President arrives in Myanmar

Tuesday, 4 March 2014 00:48 -     - {{hitsCtrl.values.hits}}

President Mahinda Rajapaksa arrived at Myanmar’s Nay Pyi Taw International Airport yesterday afternoon to participate in the BIMSTEC Summit. The President was received at the airport by Myanmar’s Minister of Labour Aye Mint, Deputy Foreign Ministers Tin Oo Lwin and Thant Kyaw, Sri Lanka’s Ambassador to Myanmar H.R. Piyasiri and Myanmar’s Ambassador in Sri Lanka Min Thein Zan. Sri Lanka’s Minister of External Affairs Prof. G.L. Peiris and Secretary to the Ministry of External Affairs Kshenuka Seneviratne, who are already in Myanmar to participate in the ministerial level meetings of the BIMSTEC Summit, were also on hand at the airport to greet the President.
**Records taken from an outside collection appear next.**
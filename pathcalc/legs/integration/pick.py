"""Some lanes of points."""

from __future__ import annotations

from dataclasses import fields

from pathcalc.equilibrium.points import Points
from pathcalc.legs.integration.families import Lanes


def take_points(points: Points, lanes: Lanes) -> Points:
    """The given lanes."""
    return Points(**{f.name: getattr(points, f.name)[lanes] for f in fields(Points)})


def replace_points(points: Points, lanes: Lanes, by: Points) -> Points:
    """A copy in which the given lanes are those of ``by``."""
    changed = {}
    for f in fields(Points):
        values = getattr(points, f.name).copy()
        values[lanes] = getattr(by, f.name)
        changed[f.name] = values
    return Points(**changed)
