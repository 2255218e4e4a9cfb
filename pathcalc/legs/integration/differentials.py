"""The differentials of a single phase along a curve in the (T, v) plane, ready for quadrature.

From p(T, v), its derivatives and the ideal-gas heat capacity alone (Maxwell relations):

    ds = (c_v/T) dT + (dp/dT)_v dv
    du = c_v dT + [T (dp/dT)_v - p] dv
    dh = [c_v + v (dp/dT)_v] dT + [T (dp/dT)_v + v (dp/dv)_T] dv
    c_v(T, v) = c_v0(T) + T * integral from infinite volume to v of (d2p/dT2)_v dv

The residual Helmholtz energy is not used here: the closed-form state functions stay an independent check.
"""

from __future__ import annotations

import numpy as np

from pathcalc.equations.contract import Array, Model
from pathcalc.legs.integration.families import Nodes
from pathcalc.legs.integration.quadrature import GAUSS_WEIGHTS, KRONROD_WEIGHTS, NODES, estimate, over_nodes

QUANTITIES = ("ds", "du", "dh", "p_dv", "v_dp", "T_ds", "dh_over_T")
"""What is integrated along every curve: J/(mol K), J/mol, J/mol, J/mol, J/mol, J/mol, J/(mol K)."""

_BLOCK = 4096
_TARGET = 1e-12
"""Error of the inner integral, in R, below which no more panels are taken."""
_MOST_PANELS = 64
_DECIDED = 4
_HOPELESS = 1e-3
# Below T_c the integral from zero density to a liquid runs through the unstable region, where reference equations
# swing by many powers of ten. Where _DECIDED panels do not bring the error below _HOPELESS R, c_v is taken from the
# fundamental equation; the path integrals of the liquid stay a check on its first derivatives.


def isochoric_heat_capacity(model: Model, T: Array, v: Array) -> tuple[Array, Array]:
    """c_v (J/(mol K)) and the error of its inner integral, for arrays T, v of one shape.

    The integral over volume is taken in density, where the integrand (d2p/dT2)_v v^2 is smooth down to zero.
    """
    shape = T.shape
    T_flat, v_flat = T.reshape(-1), v.reshape(-1)
    total, error = np.empty(T_flat.size), np.empty(T_flat.size)
    for first in range(0, T_flat.size, _BLOCK):
        part = slice(first, first + _BLOCK)
        total[part], error[part] = _inner(model, T_flat[part], v_flat[part])
    cv = model.R * (model.ideal.cp0_R(T_flat) - 1.0) + total
    return cv.reshape(shape), error.reshape(shape)


def _inner(model: Model, T: Array, v: Array) -> tuple[Array, Array]:
    """Residual part of c_v and its error: equal panels in density, as many as each point needs."""
    total, error = _panels(model, T, v, 1)
    count = 1
    while count < _MOST_PANELS:
        open_ = np.flatnonzero(error > _TARGET * model.R)
        if open_.size == 0:
            break
        count *= 2
        total[open_], error[open_] = _panels(model, T[open_], v[open_], count)
        if count == _DECIDED:
            hopeless = np.flatnonzero(~(error < _HOPELESS * model.R) & (T < model.T_c))
            if hopeless.size:
                total[hopeless] = _closed_form(model, T[hopeless], v[hopeless])
                error[hopeless] = _TARGET * model.R
    return total, error


def _closed_form(model: Model, T: Array, v: Array) -> Array:
    """The residual part of c_v by the fundamental equation itself, J/(mol K)."""
    return -model.R * model.residual.reduced(T, 1.0 / v).d20


def _panels(model: Model, T: Array, v: Array, count: int) -> tuple[Array, Array]:
    total, error = np.zeros(T.size), np.zeros(T.size)
    scale = -T / v / count
    for panel in range(count):
        with np.errstate(over="ignore", invalid="ignore"):
            volume = v * count / (panel + NODES[:, None])
            curvature = model.residual.pressure_curvature(T, volume) * volume * volume * scale
        kronrod = over_nodes(KRONROD_WEIGHTS[:, None] * curvature)
        gauss = over_nodes(GAUSS_WEIGHTS[:, None] * curvature)
        spread = over_nodes(KRONROD_WEIGHTS[:, None] * np.abs(curvature - kronrod))
        total = total + kronrod
        error = error + estimate(kronrod, gauss, spread, np.abs(kronrod))
    return total, error


def differentials(model: Model, nodes: Nodes) -> tuple[Array, Array, Array]:
    """Integrands, their magnitudes and inherited errors, each (7, nodes, k), in the order of QUANTITIES.

    NaN at nodes that are no states: outside the temperature limits, or mechanically unstable (beyond rounding next
    to the critical point).
    """
    T, v, dT, dv = nodes
    t = model.residual.pressure(T, v)
    low, high = model.T_limits
    with np.errstate(invalid="ignore"):
        state = (low * (1.0 - 1e-9) <= T) & (high * (1.0 + 1e-9) >= T) & (t.p_v * v < 1e-6 * np.abs(t.p))
    if np.any(dT):
        cv, cv_error = isochoric_heat_capacity(model, T, v)
    else:
        cv, cv_error = np.zeros(T.shape), np.zeros(T.shape)
    heat_by_T, heat_by_v = cv * dT, T * t.p_T * dv
    p_dv = t.p * dv
    pressure_by_T, pressure_by_v = v * t.p_T * dT, v * t.p_v * dv
    T_ds = np.where(state, heat_by_T + heat_by_v, np.nan)
    v_dp = pressure_by_T + pressure_by_v
    heat_size = np.abs(heat_by_T) + np.abs(heat_by_v)
    push_size = np.abs(pressure_by_T) + np.abs(pressure_by_v)
    dh = T_ds + v_dp
    values = np.stack([T_ds / T, T_ds - p_dv, dh, p_dv, v_dp, T_ds, dh / T])
    h_size = heat_size + push_size
    sizes = np.stack([heat_size / T, heat_size + np.abs(p_dv), h_size, np.abs(p_dv), push_size, heat_size, h_size / T])
    slip = cv_error * np.abs(dT)
    zero = np.zeros_like(slip)
    inherited = np.stack([slip / T, slip, slip, zero, zero, slip, slip / T])
    return values, sizes, inherited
The Sri Lankan delegation headed by the President will be hosted by President of the Republic of Myanmar Thein Sein to a banquet at the Myanmar International Conference Centre. President Rajapaksa will address the third BIMSTEC Summit tomorrow (4). BIMSTEC is the English acronym for the Bay of Bengal Initiative for Multi–Sectoral Technical and Economic Cooperation. It is a regional grouping of seven South and South-east Asian countries, namely Bangladesh, Bhutan, India, Myanmar, Nepal, Sri Lanka and Thailand. The first BIMSTEC Summit was held in 2004 in the Thai capital of Bangkok while the second was held in the Indian capital of New Delhi. Secretary to the President Lalith Weeratunga is also with the President for the visit.    
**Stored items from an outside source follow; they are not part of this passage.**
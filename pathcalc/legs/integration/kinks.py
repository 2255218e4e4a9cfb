"""Where a piece of a leg passes a kink, so that a panel of the quadrature must end there.

Correlations of the ideal-gas heat capacity in ranges change their formula at a joint, and polynomials are held constant
beyond their range. A panel across such a temperature may miss it where it hides between the panel's end and the first
node. The non-analytic terms of reference equations hold |ρ/ρ_c − 1| to broken powers (Span and Wagner 1996, eq. 6.1),
which are not smooth at the critical density, and all equations have their sharpest bend near it.
"""

from __future__ import annotations

import numpy as np

from pathcalc.equations.contract import Array, Model
from pathcalc.legs.integration.bracket import bracketed_root
from pathcalc.legs.integration.families import Ends, Family, Isochore, Isotherm, Lanes, Polytrope

_SAMPLES = 25
_DIP = 0.75
"""Part of the lowest end temperature down to which, and of whose inverse up to which, a curve may swing."""


def kinks_on(model: Model, family: Family, ends: Ends, local: Lanes) -> Array | None:
    """Abscissas in (0, 1) of the kinks on a one-phase piece, (K, k), NaN where there is none; None: none at all."""
    found = _heat_capacity_kinks(model, family, ends, local)
    if family.coordinate == "v" and model.residual.coexistence is not None:
        with np.errstate(divide="ignore", invalid="ignore"):
            x = np.log(model.v_c / ends.v_a) / np.log(ends.v_b / ends.v_a)
        critical = np.flatnonzero((x > 0.0) & (x < 1.0))
        if critical.size:
            found.append((critical, x[critical]))
    if not found:
        return None
    table = np.full((len(found), ends.T_a.size), np.nan)
    for row, (lane, x) in zip(table, found, strict=True):
        row[lane] = x
    return table


def _heat_capacity_kinks(model: Model, family: Family, ends: Ends, local: Lanes) -> list[tuple[Lanes, Array]]:
    """Pairs of lanes and abscissas at which the ideal-gas heat capacity has a kink."""
    if not model.ideal.kinks or isinstance(family, Isotherm):
        return []
    low, high = np.minimum(ends.T_a, ends.T_b), np.maximum(ends.T_a, ends.T_b)
    if not (isinstance(family, Isochore) or (isinstance(family, Polytrope) and family.level_in_dome)):
        low, high = _DIP * low, high / _DIP
    found: list[tuple[Lanes, Array]] = []
    for kink in model.ideal.kinks:
        near = np.flatnonzero((low < kink) & (kink < high))
        if near.size:
            found.extend(_crossings(model, family, ends.take(near), local[near], near, kink))
    return found


def _crossings(
    model: Model, family: Family, ends: Ends, local: Lanes, lanes: Lanes, kink: float
) -> list[tuple[Lanes, Array]]:
    """Pairs of lanes and abscissas, every lane at most once a pair."""

    def above(x: Array, k: Lanes) -> Array:
        T = family.nodes(model, ends.take(k), x, local[k]).T
        return np.asarray(T - kink)

    every = np.arange(lanes.size, dtype=np.intp)
    x = np.linspace(0.0, 1.0, _SAMPLES)[:, None] + np.zeros(lanes.size)
    side = above(x, every)
    with np.errstate(invalid="ignore"):
        change = (np.signbit(side[:-1]) != np.signbit(side[1:])) & np.isfinite(side[:-1] + side[1:])
    pairs = []
    for cell in np.flatnonzero(change.any(axis=1)):
        here = np.flatnonzero(change[cell]).astype(np.intp)

        def miss(at: Array, here: Lanes = here) -> Array:
            return np.asarray(above(at[None, :], here)[0])

        root = bracketed_root(miss, x[cell, here], x[cell + 1, here], rtol=1e-13)
        pairs.append((lanes[here], root))
    return pairs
 Indian FM to discuss key issues with Lankan counterpart in Myanmar

  Reuters: India’s foreign minister, Salman Khurshid, on Monday (March 03) said that many issues are there to discuss with Sri Lankan counterpart in the ongoing Bay Bengal Initiative for Multi-Sectoral Technical and Economic Cooperation (BIMSTEC). “This is a BIMSTEC (Bay Bengal Initiative for Multi-Sectoral Technical and Economic Cooperation) gathering. There are lot of bilateral between heads of government and its part of that, there will be a meeting between them as well, they know each other and they are heads of two neighbouring countries and therefore they may have whole lot of things to discuss. Maybe they will discuss progress that we expect to happen in Sri Lanka. Maybe they will discuss how the housing process is going on, or maybe they will discuss what happened in the visit of the Sri Lankan delegations to South Africa,” said Khurshid. Indian delegation headed by Prime Minister Manmohan Singh is in Myanmar capital Nay Pyi Taw to attend (BIMSTEC). Earlier in the day, Singh met Myanmar President Thein Sein, during what could be his last foreign visit as PM. He’s in the country for a two-day economic summit and called for a “collective vision” to deal with security challenges. Singh also met his Nepal counterpart Sushil Koirala on the sidelines of a two-day economic summit in Myanmar. Singh is likely to use this conference to renew contacts with the seven-nation leaders. Representatives from India, Bangladesh, Sri Lanka, Thailand, Myanmar, Bhutan and Nepal will attend the summit. India and Sri Lanka, who enjoy strong cultural bonds, have shared a complex diplomatic relationship since the 1980s. India first trained Sri Lanka’s Tamil Tiger rebels - fighting for a separate Tamil state in the north and east of the island - in the early 1980s but later sent peacekeeping troops to enforce a peace accord. New Delhi, however, moved away from the island’s bloody conflict after the assassination of former Indian Prime Minister Rajiv Gandhi in 1991, blamed on the Tamil Tigers. Earlier in the day, Singh urged South and East Asian countries for a “collective vision” to deal with security challenges stemming from terrorism as well as international crime and drug trafficking, to bring about peace, stability and development in Asia.